Here is a full grammar of the pro forma syntax. \ is used to escape characters. <name> is used to refer to another rule. () are used to group rules. | is used to give alternate options. *+? have their common regex meaning. ()x* indicates a group that is repeated and separated by x, any repeating operator can be used.

<full_definition> = (<full_sequence>)++
<full_sequence> = <sequence>(//<sequence>)?(\\\\<sequence>)?
<sequence> = <global>*<labile>*<unknown_position_modification>*<n-term>?<aa_sequence><c-term>?(/<charge>([(<charge><atom>(+|-)),*])?)?
<aa_sequence> = (<aa_sequence_inner>|<range>)*
<range> = \(<aa_sequence_inner>\)<modification>
<aa_sequence_inner> = (<aa_sequence_inner_inner>)+|\(\?<aa_sequence_inner_inner>\)

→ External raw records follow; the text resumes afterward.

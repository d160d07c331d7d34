package job

import (
	"fmt"
	"math"
	"os"
	"slices"
	"testing"

	"github.com/stretchr/testify/require"

	"gatesill/acquire"
	"gatesill/acquire/rehearsal"
	"gatesill/fit"
)

// truthAt is the gate voltage, V, at which the cold device draws that current in the
// circuit of the bench.
func truthAt(c rehearsal.Config, d rehearsal.Device, current float64) float64 {
	series := c.RL
	for _, m := range c.Meters {
		if m.Role == "current" {
			series += m.Burden
		}
	}
	m := fit.Model{Vt: d.Vt, Beta: d.Beta, N: d.N, Theta: d.Theta, Lambda: d.Lambda}
	low, high := 0.0, c.MaxVgs
	for range 80 {
		mid := (low + high) / 2
		if m.Solve(mid, c.VDD, series) < current {
			low = mid
		} else {
			high = mid
		}
	}
	return (low + high) / 2
}

func gateGain(c rehearsal.Config) float64 {
	for _, m := range c.Meters {
		if m.Role == "gate" && m.Gain != 0 {
			return m.Gain
		}
	}
	return 1
}

// simCase is a way to measure, on a simulated bench.
type simCase struct {
	mode    acquire.Mode
	kind    string // of bench
	warm    bool
	pairing func(*acquire.Pairing)
	rate    func(s *simBench) func(acquire.Hand) float64
}

// measured is what was made of one device and one current.
type measured struct {
	device     string
	truth      float64 // V
	q          fit.Quantity
	error, own float64 // V: without the gate meter's gain; of that, what is not common to the devices of the session
	result     fit.Result
	points     int
	settled    int
	bound      float64 // V, greatest
	done       acquire.Done
}

const (
	simTest = 10e-3  // A
	simIdle = 250e-3 // A
)

// simSession measures twelve drawn devices; by current.
func simSession(t *testing.T, k simCase, seed uint64) [2][]measured {
	t.Helper()
	c, err := rehearsal.Standard(k.kind)
	require.NoError(t, err)
	c.Seed, c.Devices = seed, drawnDevices(seed, 12, k.warm)
	s := newSimBench(t, c, k.mode, simTest, simIdle)
	if k.rate != nil {
		s.rate = k.rate(s)
	}
	var out [2][]measured
	for _, d := range c.Devices {
		sw, done := s.sweep(d.Name, k.pairing)
		sheet := s.w.sheetOf(d.Name, &sw)
		sheet.Budget = true
		r := fit.One(curveOf(&sw), setupOf(&sheet, &sw, lastDigitsOf(&sheet)))
		r.Choose("auto")
		for i, current := range []float64{simTest, simIdle} {
			m := measured{device: d.Name, truth: truthAt(c, d, current), q: []fit.Quantity{r.Vgsth, r.VgsIdle}[i], result: r, points: sw.Len(), done: done}
			m.error = m.q.Value/gateGain(c) - m.truth
			for j, x := range sw.Values("settled") {
				if x > 0 {
					m.settled++
				}
				m.bound = math.Max(m.bound, sw.Values("pair_bound_v")[j])
			}
			out[i] = append(out[i], m)
		}
	}
	for i := range out {
		mean := 0.0
		for _, m := range out[i] {
			mean += m.error / float64(len(out[i]))
		}
		n := float64(len(out[i]))
		for j := range out[i] {
			// The mean of n takes its share of every error along.
			out[i][j].own = (out[i][j].error - mean) * math.Sqrt(n/(n-1))
		}
	}
	return out
}

// simVerdict is the judgement over several sessions.
type simVerdict struct {
	shares          []float64 // |own error|/u
	own, error      []float64 // V
	absolute, worst float64   // share of devices within twice u_absolute; greatest |error|, V
}

func (v *simVerdict) add(list []measured) {
	for _, m := range list {
		v.shares = append(v.shares, math.Abs(m.own)/m.q.U)
		v.own, v.error = append(v.own, m.own), append(v.error, m.error)
		v.worst = math.Max(v.worst, math.Abs(m.error))
		if math.Abs(m.q.Value-m.truth) <= 2*m.q.UAbsolute {
			v.absolute++
		}
	}
}

func (v *simVerdict) median() float64 {
	x := slices.Sorted(slices.Values(v.shares))
	return (x[(len(x)-1)/2] + x[len(x)/2]) / 2
}

func (v *simVerdict) within(k float64) float64 {
	n := 0.0
	for _, x := range v.shares {
		if x <= k {
			n++
		}
	}
	return n / float64(len(v.shares))
}

func rmsOf(x []float64) float64 {
	s := 0.0
	for _, e := range x {
		s += e * e
	}
	return math.Sqrt(s / float64(len(x)))
}

func (v *simVerdict) String() string {
	return fmt.Sprintf("%d devices: error rms %.2f mV, greatest %.2f mV; within the session rms %.2f mV, median |error|/u %.2f, within 2u %.0f %%; within twice u_absolute %.0f %%",
		len(v.own), 1e3*rmsOf(v.error), 1e3*v.worst, 1e3*rmsOf(v.own), v.median(), 100*v.within(2), 100*v.absolute/float64(len(v.own)))
}

func tellSession(t *testing.T, seed uint64, list [2][]measured) {
	t.Logf("session %d", seed)
	for i := range 2 {
		t.Logf("  u of device %s, mV:%s", list[i][0].device, budgetText(list[i][0].q))
	}
	for i := range list[0] {
		a, b := list[0][i], list[1][i]
		t.Logf("  %-4s %3d points %3d settled bound <= %.2f mV | 10 mA %.4f true %.4f error %+.2f own %+.2f u %.2f | 250 mA %.4f true %.4f error %+.2f own %+.2f u %.2f mV | %s %v",
			a.device, a.points, a.settled, 1e3*a.bound, a.q.Value, a.truth, 1e3*a.error, 1e3*a.own, 1e3*a.q.U,
			b.q.Value, b.truth, 1e3*b.error, 1e3*b.own, 1e3*b.q.U, a.done.Why, codesOf(a.result))
	}
}

// budgetText are the contributions within a session, mV.
func budgetText(q fit.Quantity) (out string) {
	for _, l := range q.Budget.Lines {
		if l.Input.In(fit.Within) && l.U*l.C != 0 {
			out += fmt.Sprintf(" %s %.3f", l.Name, 1e3*math.Abs(l.U*l.C))
		}
	}
	return out
}

func codesOf(r fit.Result) (out []string) {
	for _, w := range r.Warnings {
		out = append(out, w.Code)
	}
	return out
}

// sessions is how many of them a test measures.
func sessions(short uint64) uint64 {
	if os.Getenv("GATESILL_LONG") != "" {
		return 12
	}
	return short
}

// judgeSessions measures sessions of twelve devices and gives the verdicts at both
// currents.
func judgeSessions(t *testing.T, k simCase, short uint64) (out [2]simVerdict) {
	t.Helper()
	for seed := uint64(1); seed <= sessions(short); seed++ {
		list := simSession(t, k, seed)
		tellSession(t, seed, list)
		for i := range list {
			for _, m := range list[i] {
				require.True(t, m.q.Ok(), "session %d, device %s: %s", seed, m.device, m.result.Why)
				require.True(t, m.done.Complete, "session %d, device %s: %s", seed, m.device, m.done.Why)
				require.True(t, m.result.Returned, "session %d, device %s: no return reading", seed, m.device)
				heating := slices.Contains(codesOf(m.result), fit.CodeHeating)
				require.Equal(t, k.warm, heating, "session %d, device %s: heating", seed, m.device)
			}
			out[i].add(list[i])
		}
	}
	t.Logf("V_GS(th) at 10 mA: %v", &out[0])
	t.Logf("V_GS at 250 mA:    %v", &out[1])
	return out
}

// hold judges what the whole way makes of the truth. The devices are drawn from the
// model that is fitted to them: what is judged is reading, settling, pairing and
// sealing, and that none of it makes the uncertainty too small. What the equation may be
// wrong by has no share in these errors, but has one in u; so a median of |error|/u below
// 0.3, the lower bar of fit's test set, which has foreign curves, is no fault here. The
// other bars are those of that set, each with four standard errors of slack.
func (v *simVerdict) hold(t *testing.T, name string) {
	t.Helper()
	n := float64(len(v.shares))
	if v.worst > 3e-3 {
		t.Errorf("%s: an error of %.2f mV, more than 3 mV", name, 1e3*v.worst)
	}
	if v.absolute < n {
		t.Errorf("%s: %.0f of %.0f devices within twice u_absolute: the statements of the meters are limits", name, v.absolute, n)
	}
	if m := v.median(); m > 0.82+4*0.82/(2*0.4287*math.Sqrt(n)) || !(m > 0.02) {
		t.Errorf("%s: median |error|/u %.2f", name, m)
	}
	if w := v.within(2); w < 0.9-4*math.Sqrt(0.9*0.1/n) {
		t.Errorf("%s: %.0f %% within 2u", name, 100*w)
	}
}

// Devices measured by hand, from the first frame to the threshold.
func TestHandTurned(t *testing.T) {
	t.Parallel()
	v := judgeSessions(t, simCase{mode: acquire.ByHand, kind: rehearsal.Handheld}, 3)
	v[0].hold(t, "V_GS(th)")
	v[1].hold(t, "V_GS at 250 mA")
}

// The knob is followed while it turns at 10 mV/s; points are interpolated on the move.
func TestKnobFollowed(t *testing.T) {
	t.Parallel()
	v := judgeSessions(t, simCase{mode: acquire.Free, kind: rehearsal.Handheld,
		pairing: func(p *acquire.Pairing) { p.Tolerance = 10e-3 }}, 1) // the bound alone keeps points out at 5 mV
	v[0].hold(t, "V_GS(th)")
	v[1].hold(t, "V_GS at 250 mA")
}

// A supply sets the gate.
func TestDrivenInSimulation(t *testing.T) {
	t.Parallel()
	v := judgeSessions(t, simCase{mode: acquire.Driven, kind: rehearsal.Quick}, 1)
	v[0].hold(t, "V_GS(th)")
	v[1].hold(t, "V_GS at 250 mA")
}

// Devices that warm up by some kelvin: at the small current nothing of it shows, at
// the idle current it does, and the return reading says so for every device (and for none of
// those that stay cold, above).
func TestHandTurnedWarm(t *testing.T) {
	t.Parallel()
	v := judgeSessions(t, simCase{mode: acquire.ByHand, kind: rehearsal.Handheld, warm: true}, 1)
	v[0].hold(t, "V_GS(th)")
	if w := v[1].worst; w < 3e-3 {
		t.Errorf("V_GS at 250 mA is off by %.2f mV at most: these devices do not warm up", 1e3*w)
	}
}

<aa_sequence_inner_inner> = <aminoacid><modification>*
<global> = \<<global_isotope!!>|<modification>@<aminoacids>\>
<global_isotope> = <num><atom>
<aminoacids> = <aminoacid>(,<aminoacid>)*
<unknown_position_modification> = <modification>(^<num>)?\?
<modification> = [<modification_inner>]
<labile> = {<modification_inner>}(^<num>)?
<n-term> = [<modification_inner>]-
<c-term> = -[<modification_inner>]
<modification_inner> = (<modification_inner_inner>|<cross_link>|<branch>)(\|<modification_inner_inner>)*
<modification_inner_inner> = ((<named_modification>|<numbered_modification>|<delta_mass>|<formula>|<glycan>)(#<name>(\(<decimal>\))?)?)|(\|INFO:<info>)
<named_modification> = ((U:)?|(M:)?)<name>|(R:|X:|G:)<name>
<numbered_modification> = (UNIMOD|MOD|RESID|XLMOD|GNO):<num> ?? should be name?
<cross_link> = <modification_inner_inner>?#XL<name>
<branch> = <modification_inner_inner>?#BRANCH
<delta_mass> = ((U|M|R|X|G|Obs):)?<shift>
<formula> = Formula:<pair>+
<pair> = <atom><cardinality>?|[<num><atom><cardinality>?]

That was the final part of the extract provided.